BufferedTokenizer may silently drop data when oversize input has no delimiters
Logstash information:
Please include the following information:
- Logstash version (e.g.
bin/logstash --version):9.2.0-SNAPSHOT - Logstash installation source (e.g. built from source, with a package manager: DEB/RPM, expanded from tar or zip archive, docker) N/A
- How is Logstash being run (e.g. as a service/service manager: systemd, upstart, etc. Via command line, docker/kubernetes) N/A
Description of the problem including expected versus actual behavior:
In https://github.com/elastic/logstash/pull/17229 changes to the buffered tokenizer introduce an edge-case where an oversized sequence of bytes that do not include a delimiter can be silently dropped.

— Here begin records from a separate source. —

package report

import (
	"strings"

	"padproof/cmd/padproof/internal/result"
)

// A reworkView is one way to bring the loss in.
type reworkView struct {
	Text  string
	Facts []fact
}

func reworkViews(a *result.Answer) []reworkView {
	var all []reworkView
	for i, r := range a.Rework {
		field := at("/rework", i)
		one := reworkView{Text: capital(r.Text)}
		add := func(title string, p phrase) { one.Facts = append(one.Facts, fact{title, p}) }
		series := ""
		if r.Series != "" {
			series = " (" + r.Series + ")"
		}
		add("Resistor", phrase{figure(field+"/ohms", r.Ohms, metered(r.Ohms)), words(series)})
		if known(r.Watts) && known(r.Volts) {
			add("It dissipates", phrase{figure(field+"/watts", *r.Watts, plain(*r.Watts)), words(" W at "),
				figure(field+"/input_volts", *r.Volts, plain(*r.Volts)), words(" V at the input in service")})
		}
		add("Loss on the bench", foretoldPhrase(field+"/bench", r.Bench))
		add("Loss in service", foretoldPhrase(field+"/service", r.Service))
		add("A check should say", foretoldPhrase(field+"/checked", r.Checked))
		all = append(all, one)
	}
	return all
}

func foretoldPhrase(field string, f result.ForetoldDB) phrase {
	places := decimals(f.U)
	if !f.U.OK() {
		return phrase{words("about "), figure(field+"/loss", f.Loss, fixed(f.Loss, 2)), words(" dB")}
	}
	return phrase{figure(field+"/loss", f.Loss, fixed(f.Loss, places)), words(" dB ± "), figure(field+"/u", f.U, doubt(f.U, places)), words(" dB")}
}

// likelihoodTable is what might be wrong with a pad that has no drawing.
func likelihoodTable(a *result.Answer) *table {
	if len(a.WithoutDrawing) == 0 {
		return nil
	}
	t := &table{Caption: "Likelihoods, no findings", Head: []string{"what might be wrong", "in pads of kind", "would read here", "from", "to", "likelihood", "to tell"}}
	for i, l := range a.WithoutDrawing {
		field := at("/without_drawing", i)
		reads := func(key string, n result.Number) phrase {
			return phrase{figure(field+"/"+key, n, fixed(n, 1)), words(" dB")}
		}
		read := reads("would_read_db", l.WouldReadDB)
		if !l.WouldReadDB.OK() {
			read = say("nothing")
		}
		t.add("", say(l.Fault), say(strings.Join(l.Networks, ", ")), read, reads("would_read_low_db", l.WouldReadLowDB), reads("would_read_high_db", l.WouldReadHighDB),
			phrase{figure(field+"/likelihood", l.Likelihood, fixed(l.Likelihood, 2))}, say(l.Measure))
	}
	return t
}

// ohmsTable are the ohmmeter readings that were taken.
func ohmsTable(a *result.Answer) *table {
	if len(a.Ohms) == 0 {
		return nil
	}
	t := &table{Caption: "Ohmmeter readings taken", Head: []string{"pins", "joined", "read", "a sound unit from", "to", "meter good for", "a sound unit can"}}
	for i, o := range a.Ohms {
		field := at("/ohms", i)
		reads := func(key string, n result.Number) phrase { return phrase{figure(field+"/"+key, n, metered(n))} }
		agrees := "show it"
		if !o.Agrees {
			agrees = "NOT show it"
		}
		t.add("", phrase{name(strings.Join(o.Pins, " to "))}, phrase{name(joinedPins(o.Joined))}, reads("ohms", o.Ohms), reads("good_low", o.GoodLow), reads("good_high", o.GoodHigh),
			phrase{words("± "), figure(field+"/meter_tolerance", o.MeterTol, toDigits(float64(o.MeterTol), 3)), words(" of it ± "),
				figure(field+"/meter_plus_ohms", o.MeterPlus, ohms(o.MeterPlus))}, say(agrees))
	}
	return t
}
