package report

import (
	"fmt"
	"io"
	"strings"

	"padproof/cmd/padproof/internal/result"
)

// PredictionText writes what a drawing should measure and how to record it.
func PredictionText(w io.Writer, r *result.Prediction, verbose bool) error {
	p := &page{w: w}
	p.line("%s", clean(strings.Join([]string{r.Pad, "network " + r.Network}, "   ")))
	if r.Rig != "" {
		p.line("  rig: %s", clean(r.Rig))
	}
	conditions(p, r)
	proof(p, r)
	parts(p, r)
	ohmReadings(p, r)
	phantom(p, r)
	response(p, r)
	bullets(p, "What this bench could not see", unseenTexts(r.Unseen))
	recordings(p, r)
	bullets(p, "Warnings", r.Warnings)
	bullets(p, "Taken for granted, since rig.toml leaves it out", r.Assumed)
	bullets(p, "Before anything is connected or played", r.Cautions)
	if verbose {
		budget(p, r.Budget)
	}
	return p.err
}

func conditions(p *page, r *result.Prediction) {
	p.line("")
	row := func(name string, c result.Condition) []string {
		return []string{
			name, fixed(c.LossDB, 2), fixed(c.Spread.Low95, 2) + " to " + fixed(c.Spread.High95, 2),
			fixed(c.Spread.WorstLow, 2) + " to " + fixed(c.Spread.WorstHigh, 2), ohms(c.InputOhms), ohms(c.OutputOhms),
		}
	}
	p.table("", [][]string{
		{"at " + hertz(r.ToneHz, 0), "loss dB", "95 % of sound units", "worst case", "input", "output"},
		row("on the bench", r.Bench), row("in service", r.Service),
	})
	p.item("  bench:    ", ends(r.Bench.Ends))
	p.item("  service:  ", ends(r.Service.Ends))
}

func proof(p *page, r *result.Prediction) {
	p.line("")
	text := "With takes recorded well, U of the loss in service would be " + doubt(r.U, decimals(r.U)) + " dB"
	if r.Limit != nil {
		c := result.Check{Unit: "dB", Low: r.Limit.Low, High: r.Limit.High}
		text += "; the limits are " + limits(c, 2) + " dB"
	}
	p.item("", text+".")
	switch {
	case r.Verdict == "PASS":
		p.item("", "A sound unit that reads what the drawing says would PASS.")
	case r.Verdict != "":
		p.item("", "A sound unit that reads what the drawing says would be "+r.Verdict+": "+r.Reason+".")
	case r.Reason != "":
		p.item("", r.Reason)
	}
}

func parts(p *page, r *result.Prediction) {
	p.heading("Parts: how much 1 % more of each moves the loss, and what each dissipates at " + fixed(r.InputDBu, 0) + " dBu into the pad")
	rows := [][]string{{"part", "value", "tolerance", "bench dB", "service dB", "power"}}
	for _, l := range r.Parts {
		rows = append(rows, []string{
			l.Ref, value(l), "±" + significant(float64(l.TolFrac)*100) + " %",
			signed(l.BenchDBPer1), signed(l.ServDBPer1), scaled(l.DissipationW, "W"),
		})
	}
	p.table("  ", rows)
}

func signed(n result.Number) string {
	text := fixed(n, 4)
	if n.OK() && n > 0 && strings.Trim(text, "0.") != "" {
		return "+" + text
	}
	return text
}

func phantom(p *page, r *result.Prediction) {
	if r.Phantom == nil {
		return
	}
	leg := func(volts result.Number, blocked bool) string {
		if blocked {
			return "blocked"
		}
		return fixed(volts, 2) + " V lost"
	}
	p.line("")
	p.item("", fmt.Sprintf("Phantom (48 V fed at the output, %s mA drawn at the input): hot %s, cold %s.",
		fixed(r.Phantom.CurrentMA, 1), leg(r.Phantom.HotVolts, r.Phantom.HotBlocked), leg(r.Phantom.ColdVolts, r.Phantom.ColdBlocked)))
}

func response(p *page, r *result.Prediction) {
	if len(r.Bench.Response) == 0 {
		return
	}
	p.heading("Loss over frequency, dB")
	head, bench, service := []string{"Hz"}, []string{"bench"}, []string{"service"}
	for i, point := range r.Bench.Response {
		head = append(head, significant(float64(point.FreqHz)))
		bench = append(bench, fixed(point.LossDB, 2))
		service = append(service, fixed(r.Service.Response[i].LossDB, 2))
	}
	p.table("  ", [][]string{head, bench, service})
}

func recordings(p *page, r *result.Prediction) {
	if len(r.Recordings) == 0 {
		return
	}
	p.heading("Recordings to make")
	for _, take := range r.Recordings {
		need := "if you can: "
		if take.Needed {
			need = ""
		}
		p.item("  - ", take.File+": "+need+take.How)
	}
}
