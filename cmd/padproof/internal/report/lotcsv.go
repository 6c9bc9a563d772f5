package report

import (
	"encoding/csv"
	"io"
	"strconv"
	"strings"

	"padproof/cmd/padproof/internal/result"
)

// LotCSV writes a lot as a table (RFC 4180): a line a unit; of each check that any
// unit has, its verdict, the figure and its expanded uncertainty, in the checks'
// own order. Figures are those of the JSON, with all their digits; what there is none
// of is empty; a decimal has a point; a name that a spreadsheet would take for a
// formula has an apostrophe before it.
func LotCSV(w io.Writer, l *result.Lot) error {
	names := checkNames(l)
	head := []string{"unit", "verdict"}
	for _, n := range names {
		head = append(head, n+"_verdict", n, n+"_uncertainty")
	}
	head = append(head, "suspect", "weight", "problems", "reason", "error", "simulated")
	out := csv.NewWriter(w)
	if err := out.Write(head); err != nil {
		return err
	}
	for _, r := range l.Rows {
		if err := out.Write(lotCSVRow(r, names, l.Simulated)); err != nil {
			return err
		}
	}
	out.Flush()
	return out.Error()
}

func lotCSVRow(r result.LotRow, names []string, simulated bool) []string {
	row := []string{noFormula(r.Unit), r.Verdict}
	for _, n := range names {
		cells := []string{"", "", ""}
		for _, c := range r.Checks {
			if c.Name == n {
				cells = []string{c.Verdict, csvNumber(&c.Measured), csvNumber(&c.Uncertainty)}
			}
		}
		row = append(row, cells...)
	}
	failure := ""
	if r.Error != nil {
		failure = r.Error.Error()
	}
	return append(row, noFormula(r.Suspect), csvNumber(r.Weight), strings.Join(r.Problems, "; "), noFormula(r.Reason), noFormula(failure), strconv.FormatBool(simulated))
}

func csvNumber(n *result.Number) string {
	if n == nil || !n.OK() {
		return ""
	}
	return strconv.FormatFloat(float64(*n), 'g', -1, 64)
}

// checkNames are the checks that any unit has, in the order in which they are made.
func checkNames(l *result.Lot) []string {
	var names []string
	for _, n := range exportedChecks {
		for _, r := range l.Rows {
			if hasCheck(r, n) {
				names = append(names, n)
				break
			}
		}
	}
	return names
}

func hasCheck(r result.LotRow, name string) bool {
	for _, c := range r.Checks {
		if c.Name == name {
			return true
		}
	}
	return false
}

This occurs because size validation happens after the token is fully accumulated, which does not occur if no trailing separator is detected.
Steps to reproduce:
Please include a minimal but complete recreation of the problem, including (e.g.) pipeline definition(s), settings, locale, etc. The easier you make for us to reproduce it, the more likely that somebody will take the time to look at it.
Provide logs (if relevant):
Plugins that use the json_lines codec:
- stdin
- tcp input
- http input
- logstash input integration
- logstash input elastic_serverless_forwarder
Of these, logstash integration and esf input don't support configuring the decode size limit which defaults to 512MB.
Example configuration for stdin, tcp and http inputs:
# http input
input { http { port => 3333 codec => json_lines { decode_size_limit_bytes => 40 target => wtf } } }
# tcp input
input { tcp { port => 3333 codec => json_lines { decode_size_limit_bytes => 20 } } }
# stdin input
input { stdin { codec => json_lines { decode_size_limit_bytes => 20 } } }
A couple of thoughts on this:
In https://github.com/elastic/logstash/pull/17229 changes to the buffered tokenizer introduce an edge-case where an oversized sequence of bytes that do not include a delimiter can be silently dropped.
That's true, it silently drops the remaining fragments of a token that doesn't have reached a delimiter. Suppose delimiter is \n and size_limit is 10, if it receives 2 fragments:
-
01234567890(11 chars) -
AAAAAThe accumulator store01234567890but silently dropsAAAAA. Thenextinvocation neither throws exception for01234567890fragment because it doesn't have a delimiter in the accumulator.
A solution could be to artificially add a delimiter for partial tokens whose fragments already sumup over the size_limit and logging when we drop data, avoid to stay silent on this case.